== Segment start ==

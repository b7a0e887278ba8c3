package gainsay

import (
	"bytes"
	"context"
	"errors"
	"math"
	"slices"
	"strings"
	"testing"

	"github.com/stretchr/testify/assert"
	"github.com/stretchr/testify/require"

	"github.com/gainsay/gainsay/internal/textpos"
	"github.com/gainsay/gainsay/nli"
	"github.com/gainsay/gainsay/profile"
)

// tinyModel is nli's test model whose contradiction logit is 4 per "never" in the hypothesis (see
// scripts/reference/make_tiny_models.py); the expected numbers below follow from its softmax.
func tinyModel(t *testing.T) *nli.Model {
	t.Helper()
	m, err := nli.OpenDir("nli/testdata/tiny-wordpiece", nli.Options{})
	require.NoError(t, err, "the ONNX Runtime library is needed: run scripts/install-onnxruntime")
	t.Cleanup(func() { m.Close() })
	return m
}

// tinyScorer reads pairs one way with the tiny model.
func tinyScorer(t *testing.T) *nli.Scorer { return &nli.Scorer{Model: tinyModel(t), OneWay: true} }

func softmaxC(c, e, n float64) float64 {
	return math.Exp(c) / (math.Exp(c) + math.Exp(e) + math.Exp(n))
}

var maren = &profile.Profile{Character: "maren", File: "maren.yaml", Facts: []profile.Fact{
	{ID: "home", Text: "I live in the lighthouse on Gull Point.", Line: 3},
	{ID: "swim", Text: "I swim in the sea every morning.", Line: 5},
}}

func TestCheckWithTinyModel(t *testing.T) {
	c := &Checker{Scorer: tinyScorer(t), Options: Options{Model: "tiny"}}
	replies := []Reply{
		{ID: "r1", Text: "Ich wohne in Zürich. I have never seen the sea.", Line: 1},
		{ID: "r2", Text: "I like boats.", Line: 2},
		{ID: "r3", Line: 3, Err: errors.New("r.jsonl:3: text: missing")},
		{ID: "r4", Text: "   ", Line: 4},
	}
	recs, st := c.Check(maren, replies)
	require.Len(t, recs, 4)
	assert.Equal(t, Stats{Replies: 4, Contradictions: 1, Errors: 1, Pairs: 6, Attributed: 2}, Stats{
		Replies: st.Replies, Contradictions: st.Contradictions, Errors: st.Errors, Pairs: st.Pairs, Attributed: st.Attributed})

	r1 := recs[0]
	assert.Equal(t, Contradiction, r1.Verdict)
	high, low := softmaxC(4, 0, 1), softmaxC(0, 0, 1)
	assert.InDelta(t, high, float64(r1.Score), 1e-6)
	require.Len(t, r1.Findings, 2, "both facts, the same sentence")
	assert.Equal(t, []string{"home", "swim"}, []string{r1.Findings[0].FactID, r1.Findings[1].FactID}, "ties keep profile order")
	f := r1.Findings[0]
	// "Ich wohne in Zürich. " is 21 code points but 22 bytes (ü).
	assert.Equal(t, SentenceRef{Start: 21, End: 47, ByteStart: 22, ByteEnd: 48, Text: "I have never seen the sea."}, f.Sentence)
	require.Len(t, f.Spans, 1)
	assert.Equal(t, Span{Start: 28, End: 33, ByteStart: 29, ByteEnd: 34, Text: "never", Weight: f.Spans[0].Weight}, f.Spans[0])
	oddsOf := func(p float64) float64 { return p / (1 - p) }
	assert.InDelta(t, 1-oddsOf(low)/oddsOf(high), float64(f.Spans[0].Weight), 1e-6, "the share of the odds that goes with the word")
	assert.Equal(t, []rune(r1.Text)[28:33], []rune("never"), "code-point offsets index the text as Python does")

	assert.Equal(t, Consistent, recs[1].Verdict)
	assert.InDelta(t, low, float64(recs[1].Score), 1e-6)
	assert.Empty(t, recs[1].Findings)

	assert.Equal(t, Failed, recs[2].Verdict)
	assert.Equal(t, "r.jsonl:3: text: missing", recs[2].Error)
	assert.Equal(t, Consistent, recs[3].Verdict, "a blank reply has nothing to contradict")
}

func TestThresholdAndSpanRule(t *testing.T) {
	m := tinyScorer(t)
	reply := []Reply{{ID: "r", Text: "I have never seen the sea.", Line: 1}}
	high := softmaxC(4, 0, 1)
	c := &Checker{Scorer: m, Options: Options{Threshold: high + 0.01}}
	recs, _ := c.Check(maren, reply)
	assert.Equal(t, Consistent, recs[0].Verdict, "below a threshold above its score")
	c = &Checker{Scorer: m, Options: Options{Spans: SpanRule{MinWeight: 0.99, Relative: 0.5}}}
	recs, _ = c.Check(maren, reply)
	assert.Equal(t, Contradiction, recs[0].Verdict)
	assert.Empty(t, recs[0].Findings[0].Spans, "no word moves the probability by 0.99")
}

func TestSpansMergeAdjacent(t *testing.T) {
	text := "We never ever sail. Ok"
	// Probability drops as weights: the contradiction probability is 0.9 and falls by the weight
	// without each word.
	attr := func(drops ...float64) nli.Attribution {
		bounds := [][2]int{{0, 2}, {3, 8}, {9, 13}, {14, 18}, {18, 19}}
		a := nli.Attribution{Contradiction: 0.9}
		for i, d := range drops {
			a.Words = append(a.Words, nli.WordWeight{Start: bounds[i][0], End: bounds[i][1], Without: 0.9 - d, Weight: d})
		}
		return a
	}
	rule := SpanRule{MinWeight: 0.001, Relative: 0.5, Measure: ProbDrop, FunctionWords: true}
	got := rule.spans(text, textposIndex(text), 0, attr(0, 0.6, 0.4, 0.01, 0.29))
	require.Len(t, got, 1)
	assert.Equal(t, Span{Start: 3, End: 13, ByteStart: 3, ByteEnd: 13, Text: "never ever", Weight: 0.6}, got[0])

	got = rule.spans(text, textposIndex(text), 0, attr(0.5, 0, 0.9))
	require.Len(t, got, 2)
	assert.Equal(t, []string{"ever", "We"}, []string{got[0].Text, got[1].Text}, "heaviest first")

	rule.FunctionWords = false
	got = rule.spans(text, textposIndex(text), 0, attr(0.9, 0, 0.5))
	require.Len(t, got, 1)
	assert.Equal(t, "ever", got[0].Text, "a pronoun is no span, however heavy")
}

func TestWordWeights(t *testing.T) {
	hyp := "I have never seen the sea."
	words := [][2]int{{0, 1}, {2, 6}, {7, 12}, {13, 17}, {18, 21}, {22, 25}, {25, 26}}
	a := nli.Attribution{Contradiction: 0.999}
	for _, w := range words {
		a.Words = append(a.Words, nli.WordWeight{Start: w[0], End: w[1], Without: 0.999})
	}
	a.Words[2].Without = 0.99                                // "never": the odds fall from 999 to 99
	a.Words[0].Without = 0.9                                 // "I": a pronoun, however heavy
	a.Words[5].Without = 0.998                               // "sea"
	a.Phrases = []nli.PhraseWeight{{First: 3, Without: 0.3}} // "seen the": only together
	rule := DefaultSpanRule()
	got := rule.WordWeights(hyp, a)
	assert.InDelta(t, 1-99.0/999, got[2], 1e-9, "odds share of never")
	assert.Zero(t, got[0], "function word")
	assert.InDelta(t, 1-(0.998/0.002)/999, got[5], 1e-9)
	pair := 1 - (0.3/0.7)/999
	assert.InDelta(t, pair/2, got[3], 1e-9, "Shapley value in the pair: (0 + v(pair) - 0) / 2")
	assert.Zero(t, got[4], "the, a function word, stays out")

	rule.Measure, rule.Phrases = ProbDrop, false
	got = rule.WordWeights(hyp, a)
	assert.InDelta(t, 0.009, got[2], 1e-9)
	assert.Zero(t, got[3], "without phrases")

	for _, w := range []string{"I", "my", "I'm", "I’ve", "the", "is", "(them)"} {
		assert.True(t, IsFunctionWord(w), w)
	}
	for _, w := range []string{"never", "not", "no", "only", "don't", "can't", "all", "sea", "Never,"} {
		assert.False(t, IsFunctionWord(w), w)
	}
}

// failingRunner fails any batch that holds the tokens of the word "kaboom".
type failingRunner struct {
	inner nli.Runner
	bad   []int64
}

func (f failingRunner) PredictEncoded(encs []nli.Encoding) ([]nli.Probs, error) {
	for _, e := range encs {
		for i := 0; i+len(f.bad) <= len(e.IDs); i++ {
			if slices.Equal(e.IDs[i:i+len(f.bad)], f.bad) {
				return nil, errors.New("the model broke")
			}
		}
	}
	return f.inner.PredictEncoded(encs)
}

func TestScorerFailureIsolatesReply(t *testing.T) {
	m := tinyModel(t)
	pieces, err := m.Tokenizer().Tokenize("kaboom")
	require.NoError(t, err)
	var bad []int64
	for _, p := range pieces {
		bad = append(bad, int64(p.ID))
	}
	c := &Checker{Scorer: &nli.Scorer{Model: m, Runner: failingRunner{m, bad}, OneWay: true}}
	recs, st := c.Check(maren, []Reply{
		{ID: "a", Text: "I have never seen the sea."}, {ID: "b", Text: "kaboom"}, {ID: "c", Text: "Fine."},
	})
	assert.Equal(t, []Verdict{Contradiction, Failed, Consistent}, []Verdict{recs[0].Verdict, recs[1].Verdict, recs[2].Verdict})
	assert.Contains(t, recs[1].Error, "the model broke")
	assert.Equal(t, 1, st.Errors)

	// Alone in its batch, the failing reply is still an error record, not a failed run.
	recs, st = c.Check(maren, []Reply{{ID: "b", Text: "kaboom"}})
	assert.Equal(t, Failed, recs[0].Verdict)
	assert.Equal(t, 1, st.Errors)
}

func TestRunStreamsEveryReply(t *testing.T) {
	in := strings.Repeat(`{"id":"x","text":"I have never seen the sea."}`+"\n"+`bad`+"\n", 50)
	var out bytes.Buffer
	c := &Checker{Scorer: tinyScorer(t)}
	calls := 0
	st, err := c.Run(context.Background(), maren, NewReplyReader(strings.NewReader(in), "r.jsonl", FormatJSONL, 0),
		NewRecordWriter(&out), RunOptions{Chunk: 7, Progress: func(int) { calls++ }})
	require.NoError(t, err)
	assert.Equal(t, 100, st.Replies)
	assert.Equal(t, 50, st.Errors)
	assert.Equal(t, 15, calls, "ceil(100 / 7) chunks")
	recs, err := ReadAllRecords(&out, "out")
	require.NoError(t, err)
	require.Len(t, recs, 100)
	for i, r := range recs {
		assert.Equal(t, i+1, r.Line, "input order")
	}
}

func textposIndex(s string) textpos.Index { return textpos.New(s) }

func TestAttributionBudget(t *testing.T) {
	// Two findings (both facts, the same sentence); a budget of one input leaves the second without
	// spans, marked unattributed, its verdict kept.
	c := &Checker{Scorer: tinyScorer(t), Options: Options{AttributionBudget: 1}}
	recs, st := c.Check(maren, []Reply{{ID: "r", Text: "I have never seen the sea.", Line: 1}})
	require.Len(t, recs[0].Findings, 2)
	assert.NotEmpty(t, recs[0].Findings[0].Spans)
	assert.False(t, recs[0].Findings[0].Unattributed)
	assert.Empty(t, recs[0].Findings[1].Spans)
	assert.True(t, recs[0].Findings[1].Unattributed)
	assert.Equal(t, 1, st.Attributed)
}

== Segment end ==

Write out the records above exactly, from the opening line to the line with "func softmaxC(c, e, n", including both, with nothing added.

repository b7a0e887278ba8c3
package gainsay

import (
	"bytes"
	"context"
	"errors"
	"math"
	"slices"
	"strings"
	"testing"

	"github.com/stretchr/testify/assert"
	"github.com/stretchr/testify/require"

	"github.com/gainsay/gainsay/internal/textpos"
	"github.com/gainsay/gainsay/nli"
	"github.com/gainsay/gainsay/profile"
)

// tinyModel is nli's test model whose contradiction logit is 4 per "never" in the hypothesis (see
// scripts/reference/make_tiny_models.py); the expected numbers below follow from its softmax.
func tinyModel(t *testing.T) *nli.Model {
	t.Helper()
	m, err := nli.OpenDir("nli/testdata/tiny-wordpiece", nli.Options{})
	require.NoError(t, err, "the ONNX Runtime library is needed: run scripts/install-onnxruntime")
	t.Cleanup(func() { m.Close() })
	return m
}

// tinyScorer reads pairs one way with the tiny model.
func tinyScorer(t *testing.T) *nli.Scorer { return &nli.Scorer{Model: tinyModel(t), OneWay: true} }

func softmaxC(c, e, n float64) float64 {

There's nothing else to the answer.